The Chinese have a saying "fighting with your backs to the river" that
originated from the Battle of Jingxing around 205 B.C.:
<http://en.wikipedia.org/wiki/Battle_of_Jingxing> In that battle the general
Han Xin organized his troops against a river, with no prospect of retreat.
Apparently it focused their fighting abilities immensely.

From the wikipedia article: At the feast after the battle, Han Xin's officers,
still somewhat incredulous at their own good fortune, inquired into the
rationale for the astounding deployments. Han Xin explained that as he was
commanding a ragtag army and he was not a general of high renown, he had to
resort to such drastic measures to force everyone to fight hard. This led to
the saying "You achieve survival by fighting from a position of certain death
(置之死地而後生)"

------
erikstarck
Well, not sure it's that black-or-white but at least one should know that
bringing in venture capital takes _a lot_ of time and effort. Scarce resources
that will then not be used to get customers or finish up your product.

One should also know that, even though most VCs say they "invest in the team",
what you're doing is selling a very specific path to profitability, a path
that will be much harder to change once you have investors on board.

So you lose time, effort and flexibility.
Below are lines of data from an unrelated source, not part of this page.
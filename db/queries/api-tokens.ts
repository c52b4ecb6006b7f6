import "server-only";
/** Personal API tokens (lib/auth/api-tokens.ts issues, checks and revokes them). */
import { db, type Tx } from "../knex";
import type { ApiTokenRow, TrialRole } from "../types";

export async function insertApiToken(tx: Tx, t: { userId: number; trialId: number; role: TrialRole; label: string; tokenSha256: string; expiresAt: Date }): Promise<number> {
  const [id] = await tx("api_tokens").insert({ user_id: t.userId, trial_id: t.trialId, role: t.role, label: t.label, token_sha256: t.tokenSha256, expires_at: t.expiresAt });
  return id;
}

/** The token with this secret's hash, whatever its state (the caller decides and says why it is refused). */
export async function fetchApiTokenByHash(tokenSha256: string, tx: Tx = db): Promise<ApiTokenRow | undefined> {
  return tx<ApiTokenRow>("api_tokens").where({ token_sha256: tokenSha256 }).first();
}

type ApiTokenListing = Omit<ApiTokenRow, "token_sha256"> & { trial_code: string };

/** An account's tokens, newest first, with the trial's code; never the hash. */
export async function fetchApiTokensOfUser(userId: number, tx: Tx = db): Promise<ApiTokenListing[]> {
  return tx("api_tokens as k")
    .join("trials as t", "t.id", "k.trial_id")
    .where("k.user_id", userId)
    .orderBy("k.id", "desc")
    .select("k.id", "k.user_id", "k.trial_id", "k.role", "k.label", "k.expires_at", "k.revoked_at", "k.created_at", { trial_code: "t.code" });
}

/** The owner's token, locked for the revoking transaction. */
export async function fetchApiTokenOfUserForUpdate(tx: Tx, userId: number, id: number): Promise<ApiTokenRow | undefined> {
  return tx<ApiTokenRow>("api_tokens").where({ id, user_id: userId }).forUpdate().first();
}

export async function markApiTokenRevoked(tx: Tx, id: number, at: Date): Promise<number> {
  return tx("api_tokens").where({ id }).whereNull("revoked_at").update({ revoked_at: at });
}

/** The trials where the account holds a role, with the roles (the token form's choices). */
export async function fetchRolesOfUser(userId: number, tx: Tx = db): Promise<{ trial_id: number; code: string; role: TrialRole }[]> {
  return tx("trial_memberships as m").join("trials as t", "t.id", "m.trial_id").where("m.user_id", userId).orderBy(["t.code", "m.role"]).select("m.trial_id", "t.code", "m.role");
}
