"use server";
/** The committee's make-up: an administrator's acts (manageCommittee), audited; and the charter's quorum (editDesign, on a draft design version). */
import { revalidatePath } from "next/cache";
import { addCommitteeMember, changeCommitteeChair, setCharterQuorum } from "@/lib/committee/service";
import { committeeAct, formFields } from "@/lib/committee/action-support";
import type { CommitteeFormState } from "@/lib/committee/schemas";

export async function addCommitteeMemberAction(_prev: CommitteeFormState, form: FormData): Promise<CommitteeFormState> {
  return committeeAct(form, "manageCommittee", async (a) => {
    await addCommitteeMember(a, formFields(form));
    revalidatePath(`/trials/${a.trial.id}/committee`);
    return "Added to the committee.";
  });
}

export async function changeCommitteeChairAction(_prev: CommitteeFormState, form: FormData): Promise<CommitteeFormState> {
  return committeeAct(form, "manageCommittee", async (a) => {
    await changeCommitteeChair(a, formFields(form));
    revalidatePath(`/trials/${a.trial.id}/committee`);
    return "The committee has a new chair; the change is in the audit trail.";
  });
}

export async function setCharterQuorumAction(_prev: CommitteeFormState, form: FormData): Promise<CommitteeFormState> {
  return committeeAct(form, "editDesign", async (a) => {
    const r = await setCharterQuorum(a, formFields(form));
    revalidatePath(`/trials/${a.trial.id}/committee`);
    return `Quorum written into draft design version ${r.designVersion}; it becomes the charter's when that version is locked.`;
  });
}
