import "server-only";
import { db, type Tx } from "../knex";
import type { ArmRow, PublicUser, TrialRole, TrialRow } from "../types";

/** Open columns of a trial: nothing here is outcome data. */
const TRIAL_COLUMNS = [
  "t.id",
  "t.code",
  "t.title",
  "t.sponsor_name",
  "t.phase",
  "t.design_type",
  "t.endpoint_name",
  "t.toxicity_endpoint_name",
  "t.target_enrolment",
  "t.first_patient_on",
  "t.status",
  "t.created_by",
  "t.created_at",
  "t.updated_at",
];

type TrialListing = TrialRow & { roles: TrialRole[] };

/** The trials a user belongs to, with the roles held on each; administrators see every trial. */
export async function fetchTrialsForUser(userId: number, isAdmin: boolean, tx: Tx = db): Promise<TrialListing[]> {
  const trials: TrialRow[] = isAdmin
    ? await tx("trials as t").select(TRIAL_COLUMNS).orderBy("t.code")
    : await tx("trials as t")
        .whereIn("t.id", tx("trial_memberships").where({ user_id: userId }).select("trial_id"))
        .select(TRIAL_COLUMNS)
        .orderBy("t.code");
  const memberships = await tx("trial_memberships").where({ user_id: userId }).select("trial_id", "role");
  return trials.map((t) => ({
    ...t,
    roles: memberships.filter((m: { trial_id: number }) => m.trial_id === t.id).map((m: { role: TrialRole }) => m.role),
  }));
}

export async function fetchTrial(trialId: number, tx: Tx = db): Promise<TrialRow | undefined> {
  return tx("trials as t").where("t.id", trialId).first(TRIAL_COLUMNS);
}

export type AccessFacts = { user: PublicUser | undefined; sessionVersion: number; trial: TrialRow | undefined; roles: TrialRole[] };

/**
 * Everything an authorization decision reads, in one round trip (it runs on every request):
 * the account and its flags, the trial, and the roles the account holds on it.
 */
export async function fetchAccessFacts(userId: number, trialId: number, tx: Tx = db): Promise<AccessFacts> {
  const rows = await tx("users as u")
    .leftJoin("trials as t", (j) => j.onVal("t.id", "=", trialId))
    .leftJoin("trial_memberships as m", (j) => j.on("m.user_id", "=", "u.id").andOn("m.trial_id", "=", "t.id"))
    .where("u.id", userId)
    .select(["u.id as user_id", "u.email as user_email", "u.name as user_name", "u.is_admin as user_is_admin", "u.is_active as user_is_active", "u.session_version as user_session_version", ...TRIAL_COLUMNS, "m.role as membership_role"]);
  if (!rows.length) return { user: undefined, sessionVersion: 0, trial: undefined, roles: [] };
  const { user_id, user_email, user_name, user_is_admin, user_is_active, user_session_version, membership_role: _role, ...trial } = rows[0];
  return {
    user: { id: user_id, email: user_email, name: user_name, isAdmin: Boolean(user_is_admin), isActive: Boolean(user_is_active) },
    sessionVersion: Number(user_session_version),
    trial: trial.id === null ? undefined : (trial as TrialRow),
    roles: rows.map((r: { membership_role: TrialRole | null }) => r.membership_role).filter((r): r is TrialRole => r !== null),
  };
}

export async function fetchTrialByCode(code: string, tx: Tx = db): Promise<TrialRow | undefined> {
  return tx("trials as t").where("t.code", code).first(TRIAL_COLUMNS);
}

export async function fetchArms(trialId: number, tx: Tx = db): Promise<ArmRow[]> {
  return tx<ArmRow>("arms").where({ trial_id: trialId }).orderBy("sort_order");
}

type NewTrial = {
  code: string;
  title: string;
  sponsorName: string;
  phase: string;
  designType: "single" | "two";
  endpointName: string;
  toxicityEndpointName: string | null;
  targetEnrolment: number;
  createdBy: number | null;
  arms: Array<{ label: string; armRole: ArmRow["arm_role"] }>;
};

/** Inserts a trial and its arms; the caller owns the transaction (and writes the audit row). */
export async function insertTrial(tx: Tx, t: NewTrial): Promise<number> {
  const [id] = await tx("trials").insert({
    code: t.code,
    title: t.title,
    sponsor_name: t.sponsorName,
    phase: t.phase,
    design_type: t.designType,
    endpoint_name: t.endpointName,
    toxicity_endpoint_name: t.toxicityEndpointName,
    target_enrolment: t.targetEnrolment,
    created_by: t.createdBy,
  });
  await tx("arms").insert(t.arms.map((a, i) => ({ trial_id: id, label: a.label, arm_role: a.armRole, sort_order: i })));
  return id;
}

/** Locks a trial row for the rest of the transaction: serialises writes that depend on the trial's current state. */
export async function lockTrialRow(tx: Tx, trialId: number): Promise<void> {
  await tx("trials").where({ id: trialId }).forUpdate().first("id");
}

/** Whether a trial code is taken (codes are unique; checked before insert for a field-level message). */
export async function trialCodeTaken(code: string, tx: Tx = db): Promise<boolean> {
  return Boolean(await tx("trials").where({ code }).first("id"));
}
Of course you gain a lot too, but it's easy to be blinded by all the money. It
is not free.

------
dmm
Whatever you have be glad. It is a rare and precious thing to be born a human
being.

------
looprecur
No. Poverty is overrated.

It sounds like his argument for "poverty" is that investors micromanage and
sink companies. The obvious solution is hands-off VC and more trust of
entrepreneurs. In other words, we need to move away from a culture in which
VCs are high priests and entrepreneurs (unless they've "completed an exit")
are seen as unwashed beggars.

Also, investors can be a pain in the ass if you're funded; most people know at
least one entrepreneur who was sunk or scumbagged by a bad investor. They can
also be a pain in the ass if you're not; getting them is a miserable endeavor
I wouldn't wish on anyone, and although someone who hasn't invested in you
can't fire you, obviously, he can black-ball you (investors talk to each
other).

 _And a founder is far more likely to drive a company toward profitability if
he’s is about to lose his life’s savings._

Meh. I don't disagree at a 180-degree tack-- maybe 160. I think "the stick" is
a pretty bad motivator overall, and when people get panicked, they make bad
decisions. Everyone's different, but in the aggregate, people perform better
if the potential personal loss is reduced; that's much of why limited
liability exists. This is true in small as well as large companies. We all
know that small companies tend to be more innovative, but that's in spite of
the small company's insecurity, not because of it.

 _Capital starvation leads to innovation. Slim bank accounts are the best way
to motivate sales people. So don’t worry if you think you don’t have enough
capital. Instead, be grateful for your sense of urgency._

Disagree. Bad financial situations and anxiety lead people to take greater
risks and make decisions that it's harder to make in a "cozy" corporate job,
not because comfort leads to mediocrity but because the corporate strings
often hamstring or extinguish greatness.

Sometimes those risky decisions turn out to produce results that are really
good for the person making them, and for society. Sometimes the results are
terrible. On the whole and for most people, "the stick" is not a very good and
definitely not a very productive thing. Exceptions exist-- final fantasies
that produce something great (actually, _Final Fantasy_ was so-named because
it was produced by, and actually saved, a dying game company)-- but those are
rare.

Don't get me wrong: startups are great, but I think the poverty and urgency
are necessary evils of the game, not benefits. We need startups in this
economy, because what was once accomplished by blue-sky R&D (which doesn't
exist anymore) is now increasingly done by startups, which are acquired if
successful.

Also, don't get me started on _urgency_. Bosses in large companies play the
"urgent" card with artificial deadlines all the time, so a lot of people work
under a state of urgency. Does the OP have an idea how many millions, if not
billions, of lines of absolutely terrible code have been written in the name
of _urgency_?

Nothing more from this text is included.